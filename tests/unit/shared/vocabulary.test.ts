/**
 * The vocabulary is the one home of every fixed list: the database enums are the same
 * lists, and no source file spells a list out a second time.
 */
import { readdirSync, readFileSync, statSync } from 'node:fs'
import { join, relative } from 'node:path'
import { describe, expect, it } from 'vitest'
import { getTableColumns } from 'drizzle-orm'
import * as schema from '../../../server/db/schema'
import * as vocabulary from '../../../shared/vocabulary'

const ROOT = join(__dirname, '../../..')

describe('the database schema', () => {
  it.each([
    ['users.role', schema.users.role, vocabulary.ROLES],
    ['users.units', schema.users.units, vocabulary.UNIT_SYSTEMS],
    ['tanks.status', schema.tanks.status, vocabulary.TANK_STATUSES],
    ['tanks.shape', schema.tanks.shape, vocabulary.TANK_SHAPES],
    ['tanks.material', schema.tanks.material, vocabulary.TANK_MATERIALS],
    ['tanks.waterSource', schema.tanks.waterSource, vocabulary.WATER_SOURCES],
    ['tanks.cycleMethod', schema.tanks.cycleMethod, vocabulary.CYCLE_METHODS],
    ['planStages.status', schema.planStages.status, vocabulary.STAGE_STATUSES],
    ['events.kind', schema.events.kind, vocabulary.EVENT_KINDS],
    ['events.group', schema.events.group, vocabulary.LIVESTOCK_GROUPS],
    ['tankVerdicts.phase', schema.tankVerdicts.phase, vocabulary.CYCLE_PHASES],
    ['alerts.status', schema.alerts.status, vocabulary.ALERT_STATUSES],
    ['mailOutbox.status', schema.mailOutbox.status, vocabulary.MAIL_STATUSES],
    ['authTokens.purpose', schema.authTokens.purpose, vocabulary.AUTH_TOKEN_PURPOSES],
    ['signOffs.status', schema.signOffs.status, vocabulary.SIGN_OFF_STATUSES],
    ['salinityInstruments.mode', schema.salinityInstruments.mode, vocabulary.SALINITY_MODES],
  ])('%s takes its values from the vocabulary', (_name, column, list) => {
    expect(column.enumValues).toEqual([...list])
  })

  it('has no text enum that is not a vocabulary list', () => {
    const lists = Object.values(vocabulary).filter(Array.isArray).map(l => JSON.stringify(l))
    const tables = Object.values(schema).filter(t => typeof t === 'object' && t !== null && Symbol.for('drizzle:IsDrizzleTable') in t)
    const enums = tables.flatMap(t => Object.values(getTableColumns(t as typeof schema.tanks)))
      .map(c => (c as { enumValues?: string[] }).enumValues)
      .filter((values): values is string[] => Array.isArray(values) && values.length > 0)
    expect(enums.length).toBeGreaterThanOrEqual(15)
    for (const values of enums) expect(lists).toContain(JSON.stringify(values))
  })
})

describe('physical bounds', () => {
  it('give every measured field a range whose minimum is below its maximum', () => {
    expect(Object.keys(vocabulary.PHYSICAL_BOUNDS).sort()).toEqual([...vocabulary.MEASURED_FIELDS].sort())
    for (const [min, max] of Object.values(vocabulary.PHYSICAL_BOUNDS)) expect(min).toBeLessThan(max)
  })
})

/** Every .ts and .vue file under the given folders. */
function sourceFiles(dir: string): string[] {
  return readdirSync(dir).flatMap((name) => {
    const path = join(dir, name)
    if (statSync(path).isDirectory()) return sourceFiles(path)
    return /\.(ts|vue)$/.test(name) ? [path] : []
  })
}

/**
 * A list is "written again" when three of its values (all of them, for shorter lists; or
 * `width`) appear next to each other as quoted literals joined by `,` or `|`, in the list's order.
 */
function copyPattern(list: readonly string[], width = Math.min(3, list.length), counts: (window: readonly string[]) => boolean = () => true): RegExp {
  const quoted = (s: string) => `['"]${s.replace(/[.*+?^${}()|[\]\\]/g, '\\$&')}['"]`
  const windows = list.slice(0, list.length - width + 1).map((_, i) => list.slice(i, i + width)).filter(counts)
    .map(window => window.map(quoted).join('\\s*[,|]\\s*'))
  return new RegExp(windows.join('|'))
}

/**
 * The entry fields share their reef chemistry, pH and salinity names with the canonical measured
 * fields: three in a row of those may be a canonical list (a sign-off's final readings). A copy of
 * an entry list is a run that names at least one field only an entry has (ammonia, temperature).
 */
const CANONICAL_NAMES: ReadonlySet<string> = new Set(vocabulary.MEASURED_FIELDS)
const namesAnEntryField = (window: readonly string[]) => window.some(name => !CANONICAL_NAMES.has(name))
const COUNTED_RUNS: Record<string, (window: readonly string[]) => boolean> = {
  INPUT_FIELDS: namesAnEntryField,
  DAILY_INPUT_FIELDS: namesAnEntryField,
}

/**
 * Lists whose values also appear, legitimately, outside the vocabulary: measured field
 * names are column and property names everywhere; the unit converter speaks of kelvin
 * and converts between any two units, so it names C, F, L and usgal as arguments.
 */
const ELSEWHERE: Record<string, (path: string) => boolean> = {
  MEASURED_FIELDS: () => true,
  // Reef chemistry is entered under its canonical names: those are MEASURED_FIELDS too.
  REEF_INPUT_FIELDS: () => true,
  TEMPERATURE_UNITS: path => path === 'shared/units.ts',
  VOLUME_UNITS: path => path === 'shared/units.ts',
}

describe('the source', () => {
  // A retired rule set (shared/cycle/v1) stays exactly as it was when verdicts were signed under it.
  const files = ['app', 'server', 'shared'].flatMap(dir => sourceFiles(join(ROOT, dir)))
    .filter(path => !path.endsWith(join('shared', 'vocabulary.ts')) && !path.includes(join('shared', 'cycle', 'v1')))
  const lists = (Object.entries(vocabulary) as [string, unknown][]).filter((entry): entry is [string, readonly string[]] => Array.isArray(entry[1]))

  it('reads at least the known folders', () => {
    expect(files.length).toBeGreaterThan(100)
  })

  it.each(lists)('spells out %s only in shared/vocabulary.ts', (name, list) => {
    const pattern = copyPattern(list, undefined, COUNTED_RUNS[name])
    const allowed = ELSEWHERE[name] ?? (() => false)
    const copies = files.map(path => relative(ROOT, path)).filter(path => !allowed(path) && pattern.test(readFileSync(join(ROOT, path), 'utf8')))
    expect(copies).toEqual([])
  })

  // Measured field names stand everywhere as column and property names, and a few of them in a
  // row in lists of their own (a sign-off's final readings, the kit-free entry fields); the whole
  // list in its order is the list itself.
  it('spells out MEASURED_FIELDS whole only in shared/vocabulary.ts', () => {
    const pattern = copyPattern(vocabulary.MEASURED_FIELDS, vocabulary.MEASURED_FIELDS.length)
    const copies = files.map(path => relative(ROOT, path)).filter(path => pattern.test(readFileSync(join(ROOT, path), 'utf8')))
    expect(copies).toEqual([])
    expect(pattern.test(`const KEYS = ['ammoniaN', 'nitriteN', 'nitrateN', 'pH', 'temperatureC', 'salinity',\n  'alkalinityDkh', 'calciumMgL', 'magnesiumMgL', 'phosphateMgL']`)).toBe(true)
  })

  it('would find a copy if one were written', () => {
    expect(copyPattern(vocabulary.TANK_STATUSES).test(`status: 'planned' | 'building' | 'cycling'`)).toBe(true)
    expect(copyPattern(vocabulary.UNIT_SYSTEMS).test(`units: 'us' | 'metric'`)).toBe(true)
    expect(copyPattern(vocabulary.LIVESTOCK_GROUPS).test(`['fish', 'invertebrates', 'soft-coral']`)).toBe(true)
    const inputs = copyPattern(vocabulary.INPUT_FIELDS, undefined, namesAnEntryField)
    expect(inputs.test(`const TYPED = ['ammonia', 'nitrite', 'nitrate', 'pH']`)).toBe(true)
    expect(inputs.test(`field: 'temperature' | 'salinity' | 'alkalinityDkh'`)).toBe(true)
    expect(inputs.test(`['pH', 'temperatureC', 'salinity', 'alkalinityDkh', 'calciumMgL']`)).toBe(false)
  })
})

-----

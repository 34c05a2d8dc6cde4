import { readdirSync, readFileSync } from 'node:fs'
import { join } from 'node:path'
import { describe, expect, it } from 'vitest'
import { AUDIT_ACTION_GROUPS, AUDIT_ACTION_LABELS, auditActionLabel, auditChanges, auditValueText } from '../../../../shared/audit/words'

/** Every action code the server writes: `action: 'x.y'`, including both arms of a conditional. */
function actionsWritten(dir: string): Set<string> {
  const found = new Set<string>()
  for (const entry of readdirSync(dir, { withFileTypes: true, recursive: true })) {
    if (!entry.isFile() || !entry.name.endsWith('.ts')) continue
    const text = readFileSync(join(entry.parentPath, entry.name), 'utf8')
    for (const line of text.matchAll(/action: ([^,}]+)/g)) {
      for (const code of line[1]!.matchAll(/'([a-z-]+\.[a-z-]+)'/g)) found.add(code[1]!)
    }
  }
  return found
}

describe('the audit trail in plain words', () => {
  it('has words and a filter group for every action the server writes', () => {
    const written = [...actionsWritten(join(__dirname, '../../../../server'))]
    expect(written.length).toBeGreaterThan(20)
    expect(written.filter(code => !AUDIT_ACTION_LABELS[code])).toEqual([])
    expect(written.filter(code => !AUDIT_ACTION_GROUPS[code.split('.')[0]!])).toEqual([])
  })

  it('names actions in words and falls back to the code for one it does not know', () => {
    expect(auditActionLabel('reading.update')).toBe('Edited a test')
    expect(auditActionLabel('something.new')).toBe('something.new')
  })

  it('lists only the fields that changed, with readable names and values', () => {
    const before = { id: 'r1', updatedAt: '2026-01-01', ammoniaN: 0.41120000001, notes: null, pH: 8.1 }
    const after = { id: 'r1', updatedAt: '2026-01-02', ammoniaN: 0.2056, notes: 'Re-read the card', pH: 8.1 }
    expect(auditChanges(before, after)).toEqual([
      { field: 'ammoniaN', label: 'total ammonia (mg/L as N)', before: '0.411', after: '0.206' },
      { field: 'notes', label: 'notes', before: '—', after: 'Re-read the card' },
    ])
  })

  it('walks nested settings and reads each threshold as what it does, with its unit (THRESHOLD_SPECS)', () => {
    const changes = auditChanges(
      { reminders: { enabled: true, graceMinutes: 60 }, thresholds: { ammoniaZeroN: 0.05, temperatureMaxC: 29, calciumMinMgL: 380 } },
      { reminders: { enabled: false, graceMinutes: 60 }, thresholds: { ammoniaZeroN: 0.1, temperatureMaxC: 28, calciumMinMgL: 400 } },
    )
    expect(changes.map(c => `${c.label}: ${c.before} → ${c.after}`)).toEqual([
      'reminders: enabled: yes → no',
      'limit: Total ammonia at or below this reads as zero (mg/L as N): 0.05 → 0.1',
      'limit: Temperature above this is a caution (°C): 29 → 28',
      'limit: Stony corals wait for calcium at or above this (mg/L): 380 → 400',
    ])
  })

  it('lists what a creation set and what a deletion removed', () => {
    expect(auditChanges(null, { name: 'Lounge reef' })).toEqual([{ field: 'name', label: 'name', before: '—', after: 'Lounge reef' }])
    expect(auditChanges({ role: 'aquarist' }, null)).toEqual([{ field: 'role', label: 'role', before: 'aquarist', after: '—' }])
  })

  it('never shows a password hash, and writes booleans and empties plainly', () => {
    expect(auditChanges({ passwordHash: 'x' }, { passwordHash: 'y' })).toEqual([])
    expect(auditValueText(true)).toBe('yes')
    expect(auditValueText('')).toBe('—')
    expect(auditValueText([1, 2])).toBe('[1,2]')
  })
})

-----

_About this exercise_
When the records above are checked line by line, how many lines contain the word "alkalinityDkh"? Please give only that number.

_Reply_
3